# Toupe saddles - are the graphics durable?



## tom_h (May 6, 2008)

Those of you riding Toupe saddles with "graphics" (see pics below for examples), do the graphics wear-off or otherwise cosmetically deteriorate, from constant use?
How long might that take?

.


----------



## ukbloke (Sep 1, 2007)

Another aesthetics question, Tom? You need to finish your build and get riding!  

Anyway, I have the Team Toupe, the exact same one as pictured on the right. It looks absolutely stunning on the white Tarmac Pro SL. There is no doubt in my mind that, aesthetically speaking, this is the right and only saddle for that frame. Fortunately it fits my butt too!

I only have a few hundred butt miles on the saddle. The white is still the same brilliant white as the day it was purchased. I'm surprised by that, I'd have thought it would be showing some dirt or wear by now but none at all. The white is in fact even more brilliant than the frame so I won't mind if it fades a tad.

I thought that the graphics were still mint too, but after you asked I went back and looked and the black striping is slightly mottled now particularly the rear stripe where the leg can rub on the saddle. It appears that this is coloring on top of the base white and even after these few miles I can clearly see the mottling if I look up close with a critical eye. From one meter away you can't see it. I expect this to continue over time. The red highlighting will probably go the same way.

Personally I have no problem with this at all. The bike is meant to be ridden. The saddle is meant to wear. The more it wears, the more I have ridden, and the more I ride, the happier I am. And nobody can see it, even yourself, while you're riding anyway.

White bar tape, on the other hand, will show the dirt much more quickly. The two things that make it look like crap are: getting oil/grease on it from your hands while working on the bike, and cleaning your tires with your gloves while riding and then putting your gloves on the bar.
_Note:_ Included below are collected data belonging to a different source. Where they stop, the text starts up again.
package record

import (
	"slices"

	"leat/api/wire"
)

// A method is one thing that was done, by which equation, from which source.
type method struct{ Subject, Equation, Source string }

const chow = "V. T. Chow (1959), Open-Channel Hydraulics, "

var states = []method{
	{"Energy", "E = y cos θ + α Q²/(2 g A²)", chow + "sections 3-1 to 3-3"},
	{"Froude number", "F² = α Q² T/(g A³ cos θ)", chow + "section 3-3"},
	{"Specific force", "M = β Q²/(g A) + cos θ A z", chow + "section 3-6"},
}

var (
	normal   = method{"Uniform flow and normal depth", "Q = K √S0, solved for the depth, every root", chow + "sections 6-1 and 6-4"}
	critical = method{"Critical depth", "dE/dy = 0, F = 1, every minimum of E", chow + "chapter 4; M. E. Blalock and T. W. Sturm (1981) for compound sections"}
)

var ofOperation = map[string][]method{
	"section": states,
	"depths": append(slices.Clone(states), normal, critical,
		method{"Classes of slope, names of curves", "normal against critical depth", "B. A. Bakhmeteff (1932); " + chow + "section 9-3"},
		method{"Sequent and alternate depths", "equal M; equal E", chow + "section 3-6"}),
	"rating": append(slices.Clone(states), normal, critical),
	"profile": append(slices.Clone(states), normal, critical,
		method{"Gradually varied flow", "dy/dx = (S0 − Sf − 2 β Q q/(g A²))/(cos θ (1 − F²))", chow + "sections 9-1 and 12-2"},
		method{"Integration", "collocation at Gauss nodes, in panels", "J. C. Butcher (1964); E. Hairer and G. Wanner, section IV.5"},
		method{"Hydraulic jump", "equal M on both sides; form and length by Froude number", "A. J. Peterka (1958), USBR Engineering Monograph 25; W. H. Hager (1992)"},
		method{"Balances", "energy and momentum integrated anew over every piece, with more points than the solver's", "definition"}),
	"appraisal": append(slices.Clone(states), normal, critical,
		method{"Capacity and freeboard", "most Q in uniform flow up to bank or crown; bank less depth", chow + "section 6-4"}),
}

// byMember are methods that a member of the request brings with it, wherever it stands.
var byMember = []struct {
	member string
	method
}{
	{"strickler", method{"Strickler's law", "K = k A R^(2/3)", "A. Strickler (1923)"}},
	{"chezy", method{"Chezy's law", "K = C A R^(1/2)", "A. de Chezy (1768)"}},
	{"manning", method{"Manning's law", "K = A R^(2/3)/n, in SI", "R. Manning (1891)"}},
	{"manning_by_depth", method{"Manning's law, n by depth", "K = A R^(2/3)/n(y), n linear between the depths given", "R. Manning (1891)"}},
	{"sand_roughness", method{"Colebrook and White's law", "1/√f = −2 log10(ks/(3.7 D) + 2.51/(Re √f)), D = 4R, K = Q/√Sf", "C. F. Colebrook (1939); ASCE Task Force (1963)"}},
	{"zones", method{"Zones of roughness", "by the rule of combine; divided: K = ΣKi, α = Σ(Ki³/Ai²) A²/K³, β = Σ(Ki²/Ai) A/K²", "G. K. Lotter (1933), N. N. Pavlovskii (1931), R. E. Horton (1933), H. A. Einstein (1934); " + chow + "sections 2-7 and 6-5"}},
	{"bed", method{"Bed and sides", "one n by the rule of combine", "R. E. Horton (1933), H. A. Einstein (1934), N. N. Pavlovskii (1931); " + chow + "section 6-5"}},
	{"weir", method{"Weir at the end", "discharge by head over the crest", chow + "section 3-8; T. Rehbock (1929), ISO 1438"}},
	{"bend", method{"Rise in a bend; shear in a bend", "C V² T/(g r)", "US Army Corps of Engineers, EM 1110-2-1601, table 2-4; FHWA HEC-15, third edition, chapter 3"}},
	{"lining", method{"Linings", "greatest shear on bed and sides against what the lining stands; n of grass and stones by the flow", "FHWA HEC-15, third edition (R. T. Kilgore and G. K. Cotton 2005), chapters 3, 4 and 6; E. W. Lane (1955)"}},
	{"freeboard_rule", method{"Freeboard by rule", "canal: √(C y); chute: 2 + 0.025 V d^(1/3) in ft", "US Bureau of Reclamation; " + chow + "section 7-5"}},
	{"greatest_vedernikov_number", method{"Vedernikov number", "(A/K dK/dA − 1) F", "V. V. Vedernikov (1945); " + chow + "section 8-8"}},
}

// ofKind are the equations of sections that can be followed by hand; m is a side slope, b the bottom width, d the diameter.
var ofKind = map[string]method{
	"rectangular": {"Rectangle", "A = b y, P = b + 2 y, T = b", chow + "table 2-1"},
	"trapezoidal": {"Trapezoid", "A = (b + (m1 + m2) y/2) y, P = b + y (√(1 + m1²) + √(1 + m2²)), T = b + (m1 + m2) y", chow + "table 2-1"},
	"triangular":  {"Triangle", "A = (m1 + m2) y²/2, P = y (√(1 + m1²) + √(1 + m2²)), T = (m1 + m2) y", chow + "table 2-1"},
	"circular":    {"Circle", "φ = 2 arccos(1 − 2 y/d), A = d² (φ − sin φ)/8, P = φ d/2, T = d sin(φ/2)", chow + "table 2-1"},
	"earth":       {"Permissible velocity of earth", "table of soils", "S. Fortier and F. C. Scobey (1926); " + chow + "table 7-3"},
}

// methods lists what was done for an answer, with the laws that its request uses.
func methods(name string, request node) []method {
	section := method{"Section", "A, P, T and z of the kind by geometry, exact for its shape", chow + "section 2-3 and table 2-1"}
	out := []method{section, {"Hydraulic radius and depth", "R = A/P, D = A/T", chow + "section 2-3"}}
	held := map[string]bool{}
	each(request, func(n node) {
		if n.value != nil {
			held[n.key] = true
		}
	})
	each(request, func(n node) {
		kind, _ := n.value.(string)
		if m, known := ofKind[kind]; known && n.key == "kind" && !slices.Contains(out, m) {
			out = append(out, m)
		}
	})
	for _, row := range byMember {
		if held[row.member] {
			out = append(out, row.method)
		}
	}
	out = append(out, ofOperation[name]...)
	return append(out, method{"Shear and stream power", "τ = ρ g R Sf, ω = τ V", "definition"})
}

// An assumption is what the method takes for granted, and what this answer says of it.
type assumption struct{ Text, Check string }

func assumptions(name string, answer node, warnings []wire.Warning) []assumption {
	steady := assumption{"The flow is steady, of one direction, of clear water, between walls and a bed that do not move.", "For the reviewer to judge."}
	hydrostatic := assumption{"Pressure is hydrostatic across the flow; depth is measured normal to the bed.", "cos θ is kept in every equation, so steep beds count."}
	out := []assumption{steady, hydrostatic}
	switch name {
	case "profile":
		check := "No balance is told."
		if balance, ok := answer.get("balance"); ok {
			check = "The largest residuals when the answer is integrated anew: "
			if all, ok := balance.value.(members); ok {
				for i, m := range all {
					if i > 0 {
						check += ", "
					}
					check += words(m.key) + " " + cellOf(m).Text
				}
			}
			check += "."
		}
		out = append(out, assumption{"Depth varies gradually between jumps, drops and joints; friction is that of uniform flow at the same depth.", check})
	case "section":
		out = append(out, assumption{"Each depth given occurs there.", "Friction slope and Froude number in the tables say what flow it would be."})
	default:
		out = append(out, assumption{"The reach is long and even enough for uniform flow at its normal depth.", "Where normal depths are listed, their uniform discharge beside the discharge shows that the equation closes."})
	}
	check := "Nothing was warned of."
	if len(warnings) > 0 {
		check = "See Warnings."
	}
	return append(out, assumption{"Inputs lie within what the laws were made for.", check})
}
One other point on aesthetics - don't go overboard with the white or it'll look like a ghost bike!


----------



## Dr_John (Oct 11, 2005)

What little graphics are on the "Classic" Toupe's, it wears off pretty quickly. Not sure about the Team/fancy ones, but here's one of my Toupe's after probably only a couple thousand miles. The "S" is supposed to be silver:


----------



## tom_h (May 6, 2008)

ukbloke said:


> Another aesthetics question, Tom? You need to finish your build and get riding!  ...


Arrgh, so true! :blush2: 
But , the last bits of _essential_ , back-ordered components -- 3T bars & stem -- are _finally_ enroute and due next week. I couldn't even cut the fork steerer to length without that stem to measure (well, I _could_, but would rather _not_). I've got a spare cheap saddle to use, in the meantime. Estimated 1st test-and-tune ride, by late April :cross fingers:


----------



## tom_h (May 6, 2008)

*In Progress ...*



ukbloke said:


> Another aesthetics question, Tom? You need to finish your build and get riding! ...


It's gettin' there. I now have all the parts, time to fit & assemble.

The steerer tube is still, ehh ... a bit long. Reminds me of the South Park cartoon that featured Mr Garrison and the transportation vehicle "IT".

Chose the white & black Spec'y Toupe Team saddle (143mm). The frame is 56 cm, shown with 100mm stem pointing _6º down_ & 20mm spacers. Handlebars are 3T Ergosum Team (42 cm). Wheels: Campy Shamal Ultra clinchers. Gruppo: Campy Chorus 11 speed w/ compact 50-34 crankset and 12-27 cassette. Pedals: Look Keo Carbon-Ti .

I've weighed all the individual components, and am estimating the final bike weight at 15.5 lbs (7.03 kg).
.


----------



## tonytourist (Jan 21, 2009)

I like that saddle a lot more than the black that came with my Pro, might have to make an upgrade one of these days. Great looking bike so far!


----------



## Gevorg (Sep 18, 2006)

*My toupe does not last long*

Not to discourage you but toupe saddles are not durable
I am on my 3 rd saddle on my Tarmac expert. Seat cracked twice and sagged in the middle third time. It got replaced under warranty thanks to the great service from LBS and Specialized. I love the seat but wish it would last more then 6 months of riding. See picture for damage location


----------



## tom_h (May 6, 2008)

Those cracks are bizarre ... oh, well, I'll find out in due time.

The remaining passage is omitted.